Data extracts:
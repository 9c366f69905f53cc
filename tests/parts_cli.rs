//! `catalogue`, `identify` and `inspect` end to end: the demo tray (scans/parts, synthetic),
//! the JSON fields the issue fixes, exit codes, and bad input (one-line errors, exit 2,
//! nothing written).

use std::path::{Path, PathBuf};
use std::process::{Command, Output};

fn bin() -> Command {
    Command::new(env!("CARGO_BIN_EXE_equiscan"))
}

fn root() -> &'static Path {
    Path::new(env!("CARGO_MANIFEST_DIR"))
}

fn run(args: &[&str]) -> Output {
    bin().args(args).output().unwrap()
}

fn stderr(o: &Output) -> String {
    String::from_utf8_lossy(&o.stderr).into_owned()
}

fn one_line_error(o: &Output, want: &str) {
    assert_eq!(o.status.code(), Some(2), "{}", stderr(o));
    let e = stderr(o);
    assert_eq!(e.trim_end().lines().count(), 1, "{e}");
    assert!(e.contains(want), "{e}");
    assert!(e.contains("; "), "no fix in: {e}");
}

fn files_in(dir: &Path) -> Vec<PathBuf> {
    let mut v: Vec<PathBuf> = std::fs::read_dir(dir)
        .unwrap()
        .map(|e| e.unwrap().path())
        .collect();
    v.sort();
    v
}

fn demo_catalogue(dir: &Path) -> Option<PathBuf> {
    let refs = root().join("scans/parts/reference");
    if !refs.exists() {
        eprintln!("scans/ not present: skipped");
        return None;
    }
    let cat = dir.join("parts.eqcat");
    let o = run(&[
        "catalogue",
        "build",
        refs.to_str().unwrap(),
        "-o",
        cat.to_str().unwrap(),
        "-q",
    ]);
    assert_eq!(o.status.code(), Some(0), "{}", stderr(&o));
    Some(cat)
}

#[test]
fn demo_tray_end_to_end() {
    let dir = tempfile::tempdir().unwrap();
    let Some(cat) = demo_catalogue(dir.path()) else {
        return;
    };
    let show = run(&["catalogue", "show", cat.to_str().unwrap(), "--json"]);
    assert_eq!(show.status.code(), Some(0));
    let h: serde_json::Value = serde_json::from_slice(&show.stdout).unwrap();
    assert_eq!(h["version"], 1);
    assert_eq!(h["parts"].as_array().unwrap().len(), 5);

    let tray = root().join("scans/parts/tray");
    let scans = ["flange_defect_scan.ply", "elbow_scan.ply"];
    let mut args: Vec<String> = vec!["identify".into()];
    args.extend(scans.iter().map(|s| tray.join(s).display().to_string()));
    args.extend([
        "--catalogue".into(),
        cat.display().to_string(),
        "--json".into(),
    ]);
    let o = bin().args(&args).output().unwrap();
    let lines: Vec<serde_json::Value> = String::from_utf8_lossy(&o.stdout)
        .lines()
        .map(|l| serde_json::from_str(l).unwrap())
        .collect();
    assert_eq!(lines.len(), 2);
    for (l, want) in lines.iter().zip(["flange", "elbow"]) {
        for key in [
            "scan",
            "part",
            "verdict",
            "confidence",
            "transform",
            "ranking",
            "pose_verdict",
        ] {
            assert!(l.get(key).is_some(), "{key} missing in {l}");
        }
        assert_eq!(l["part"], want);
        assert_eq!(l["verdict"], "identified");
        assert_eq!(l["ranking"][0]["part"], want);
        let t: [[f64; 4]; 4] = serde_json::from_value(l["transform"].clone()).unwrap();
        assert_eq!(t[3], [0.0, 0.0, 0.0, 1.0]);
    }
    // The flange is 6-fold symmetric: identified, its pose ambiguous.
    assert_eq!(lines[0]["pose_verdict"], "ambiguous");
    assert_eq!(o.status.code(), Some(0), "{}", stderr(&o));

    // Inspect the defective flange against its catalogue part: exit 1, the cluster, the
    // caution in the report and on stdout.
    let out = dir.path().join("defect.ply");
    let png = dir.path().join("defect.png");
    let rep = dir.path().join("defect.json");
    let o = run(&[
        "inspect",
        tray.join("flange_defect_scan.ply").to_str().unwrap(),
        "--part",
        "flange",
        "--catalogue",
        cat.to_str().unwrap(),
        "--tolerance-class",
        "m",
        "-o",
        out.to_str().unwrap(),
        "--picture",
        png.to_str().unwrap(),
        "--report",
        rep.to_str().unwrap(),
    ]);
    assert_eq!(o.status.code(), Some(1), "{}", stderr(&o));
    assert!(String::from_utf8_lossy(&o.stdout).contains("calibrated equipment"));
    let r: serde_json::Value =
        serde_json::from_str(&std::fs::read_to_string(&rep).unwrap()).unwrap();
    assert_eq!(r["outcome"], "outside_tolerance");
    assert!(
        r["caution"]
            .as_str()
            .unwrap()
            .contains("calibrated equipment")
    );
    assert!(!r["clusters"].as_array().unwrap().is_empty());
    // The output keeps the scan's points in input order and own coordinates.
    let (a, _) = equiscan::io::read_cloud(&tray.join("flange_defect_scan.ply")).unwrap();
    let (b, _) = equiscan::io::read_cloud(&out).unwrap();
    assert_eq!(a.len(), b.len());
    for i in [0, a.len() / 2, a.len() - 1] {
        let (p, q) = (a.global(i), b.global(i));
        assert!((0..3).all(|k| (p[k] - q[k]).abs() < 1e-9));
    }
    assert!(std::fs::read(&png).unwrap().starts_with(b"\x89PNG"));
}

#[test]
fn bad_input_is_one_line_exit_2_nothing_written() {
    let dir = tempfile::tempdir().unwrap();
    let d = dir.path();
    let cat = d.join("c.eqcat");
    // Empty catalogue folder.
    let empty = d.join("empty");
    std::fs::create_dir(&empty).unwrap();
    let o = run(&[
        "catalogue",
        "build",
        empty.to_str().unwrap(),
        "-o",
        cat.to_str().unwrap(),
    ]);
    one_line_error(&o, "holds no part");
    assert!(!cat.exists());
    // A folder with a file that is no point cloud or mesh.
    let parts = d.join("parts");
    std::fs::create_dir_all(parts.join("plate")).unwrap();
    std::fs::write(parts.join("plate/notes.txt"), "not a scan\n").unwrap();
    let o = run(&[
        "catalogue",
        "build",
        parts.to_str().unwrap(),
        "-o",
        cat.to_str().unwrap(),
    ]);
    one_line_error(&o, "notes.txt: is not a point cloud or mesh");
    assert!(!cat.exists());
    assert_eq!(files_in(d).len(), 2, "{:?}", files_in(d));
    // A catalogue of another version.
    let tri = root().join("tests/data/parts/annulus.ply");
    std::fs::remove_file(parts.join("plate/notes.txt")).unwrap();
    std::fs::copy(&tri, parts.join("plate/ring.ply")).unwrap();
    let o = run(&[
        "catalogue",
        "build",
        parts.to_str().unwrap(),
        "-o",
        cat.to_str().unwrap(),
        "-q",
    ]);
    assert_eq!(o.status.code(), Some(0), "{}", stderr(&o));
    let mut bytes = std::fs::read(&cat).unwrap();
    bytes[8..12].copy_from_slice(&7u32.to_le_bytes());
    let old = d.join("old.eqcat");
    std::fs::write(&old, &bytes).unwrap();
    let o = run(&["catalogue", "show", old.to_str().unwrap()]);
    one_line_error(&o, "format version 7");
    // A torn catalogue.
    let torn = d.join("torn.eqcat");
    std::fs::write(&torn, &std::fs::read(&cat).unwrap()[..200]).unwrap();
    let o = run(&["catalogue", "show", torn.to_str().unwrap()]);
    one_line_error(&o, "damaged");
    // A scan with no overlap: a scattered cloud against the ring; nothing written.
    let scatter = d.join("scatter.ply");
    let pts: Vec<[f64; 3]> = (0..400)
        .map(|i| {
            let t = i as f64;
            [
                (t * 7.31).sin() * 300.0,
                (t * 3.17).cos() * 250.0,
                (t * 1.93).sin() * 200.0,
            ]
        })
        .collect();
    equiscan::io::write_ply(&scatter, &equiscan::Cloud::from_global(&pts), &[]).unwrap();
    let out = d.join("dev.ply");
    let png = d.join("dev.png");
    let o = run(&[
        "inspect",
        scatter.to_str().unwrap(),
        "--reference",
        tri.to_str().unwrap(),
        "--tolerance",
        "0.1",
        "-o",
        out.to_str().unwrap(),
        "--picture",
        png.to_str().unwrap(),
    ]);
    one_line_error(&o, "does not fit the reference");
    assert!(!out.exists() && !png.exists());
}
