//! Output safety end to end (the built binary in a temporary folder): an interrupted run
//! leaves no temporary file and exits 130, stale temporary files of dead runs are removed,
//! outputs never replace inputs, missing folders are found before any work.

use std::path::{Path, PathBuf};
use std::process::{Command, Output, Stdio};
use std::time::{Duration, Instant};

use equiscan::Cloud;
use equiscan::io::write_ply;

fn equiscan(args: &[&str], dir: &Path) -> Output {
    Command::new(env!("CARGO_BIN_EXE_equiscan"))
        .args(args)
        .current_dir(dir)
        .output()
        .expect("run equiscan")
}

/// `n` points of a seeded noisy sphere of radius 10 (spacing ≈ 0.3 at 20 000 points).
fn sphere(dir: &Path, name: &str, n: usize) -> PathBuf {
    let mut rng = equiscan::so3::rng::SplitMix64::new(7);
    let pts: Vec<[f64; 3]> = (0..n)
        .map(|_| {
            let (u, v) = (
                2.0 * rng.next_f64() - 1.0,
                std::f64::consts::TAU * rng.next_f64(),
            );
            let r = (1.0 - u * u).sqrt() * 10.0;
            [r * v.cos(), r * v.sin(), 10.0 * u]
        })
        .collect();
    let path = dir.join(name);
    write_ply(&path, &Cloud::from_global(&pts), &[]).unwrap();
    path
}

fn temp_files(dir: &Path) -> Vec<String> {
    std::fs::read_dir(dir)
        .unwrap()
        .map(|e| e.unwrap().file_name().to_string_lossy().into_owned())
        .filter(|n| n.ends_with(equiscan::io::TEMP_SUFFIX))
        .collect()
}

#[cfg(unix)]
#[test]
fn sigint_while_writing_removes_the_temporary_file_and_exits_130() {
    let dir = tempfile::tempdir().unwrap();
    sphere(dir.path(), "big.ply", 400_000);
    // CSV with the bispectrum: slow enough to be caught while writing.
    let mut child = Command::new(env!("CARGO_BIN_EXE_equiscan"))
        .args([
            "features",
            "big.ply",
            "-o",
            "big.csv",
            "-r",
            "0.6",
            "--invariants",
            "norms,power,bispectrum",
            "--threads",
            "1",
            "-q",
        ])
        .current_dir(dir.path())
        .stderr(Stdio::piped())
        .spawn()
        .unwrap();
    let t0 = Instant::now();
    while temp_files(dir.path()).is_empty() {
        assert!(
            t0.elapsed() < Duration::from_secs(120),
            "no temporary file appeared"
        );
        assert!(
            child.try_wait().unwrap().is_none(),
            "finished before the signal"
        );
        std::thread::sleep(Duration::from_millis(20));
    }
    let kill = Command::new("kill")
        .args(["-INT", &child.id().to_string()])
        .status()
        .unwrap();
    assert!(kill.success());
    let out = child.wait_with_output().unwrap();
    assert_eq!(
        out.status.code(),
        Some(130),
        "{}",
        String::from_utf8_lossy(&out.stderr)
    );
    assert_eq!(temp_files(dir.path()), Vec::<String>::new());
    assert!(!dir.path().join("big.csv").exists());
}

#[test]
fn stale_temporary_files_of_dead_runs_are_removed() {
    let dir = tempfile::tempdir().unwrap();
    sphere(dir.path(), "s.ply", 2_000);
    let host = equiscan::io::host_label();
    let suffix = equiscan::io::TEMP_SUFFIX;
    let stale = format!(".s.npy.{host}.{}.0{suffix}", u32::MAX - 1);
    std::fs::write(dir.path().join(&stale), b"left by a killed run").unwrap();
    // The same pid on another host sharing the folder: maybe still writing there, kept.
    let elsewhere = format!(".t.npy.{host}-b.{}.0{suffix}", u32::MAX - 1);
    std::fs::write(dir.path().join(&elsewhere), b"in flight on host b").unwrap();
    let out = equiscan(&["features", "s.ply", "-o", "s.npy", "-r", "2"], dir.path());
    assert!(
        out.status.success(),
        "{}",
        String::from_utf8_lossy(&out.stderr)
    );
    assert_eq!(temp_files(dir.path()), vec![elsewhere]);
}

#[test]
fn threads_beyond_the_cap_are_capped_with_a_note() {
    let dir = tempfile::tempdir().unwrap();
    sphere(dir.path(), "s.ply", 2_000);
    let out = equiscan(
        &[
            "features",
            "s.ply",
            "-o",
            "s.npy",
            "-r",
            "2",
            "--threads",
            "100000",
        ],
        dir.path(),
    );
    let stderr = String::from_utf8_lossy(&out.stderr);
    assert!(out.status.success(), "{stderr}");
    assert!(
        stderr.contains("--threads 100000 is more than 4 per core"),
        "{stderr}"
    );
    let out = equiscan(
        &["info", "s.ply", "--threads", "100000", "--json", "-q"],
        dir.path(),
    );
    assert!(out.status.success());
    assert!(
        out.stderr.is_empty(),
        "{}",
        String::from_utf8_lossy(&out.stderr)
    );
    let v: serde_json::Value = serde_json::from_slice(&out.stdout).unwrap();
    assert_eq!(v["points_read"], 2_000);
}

Exercise instructions:
Which lines in the material contain the word "Command"? Pull each of them out.

Completed exercise:
use std::process::{Command, Output};
fn bin() -> Command {
    Command::new(env!("CARGO_BIN_EXE_equiscan"))
use std::process::{Command, Output, Stdio};
    Command::new(env!("CARGO_BIN_EXE_equiscan"))
    let mut child = Command::new(env!("CARGO_BIN_EXE_equiscan"))
    let kill = Command::new("kill")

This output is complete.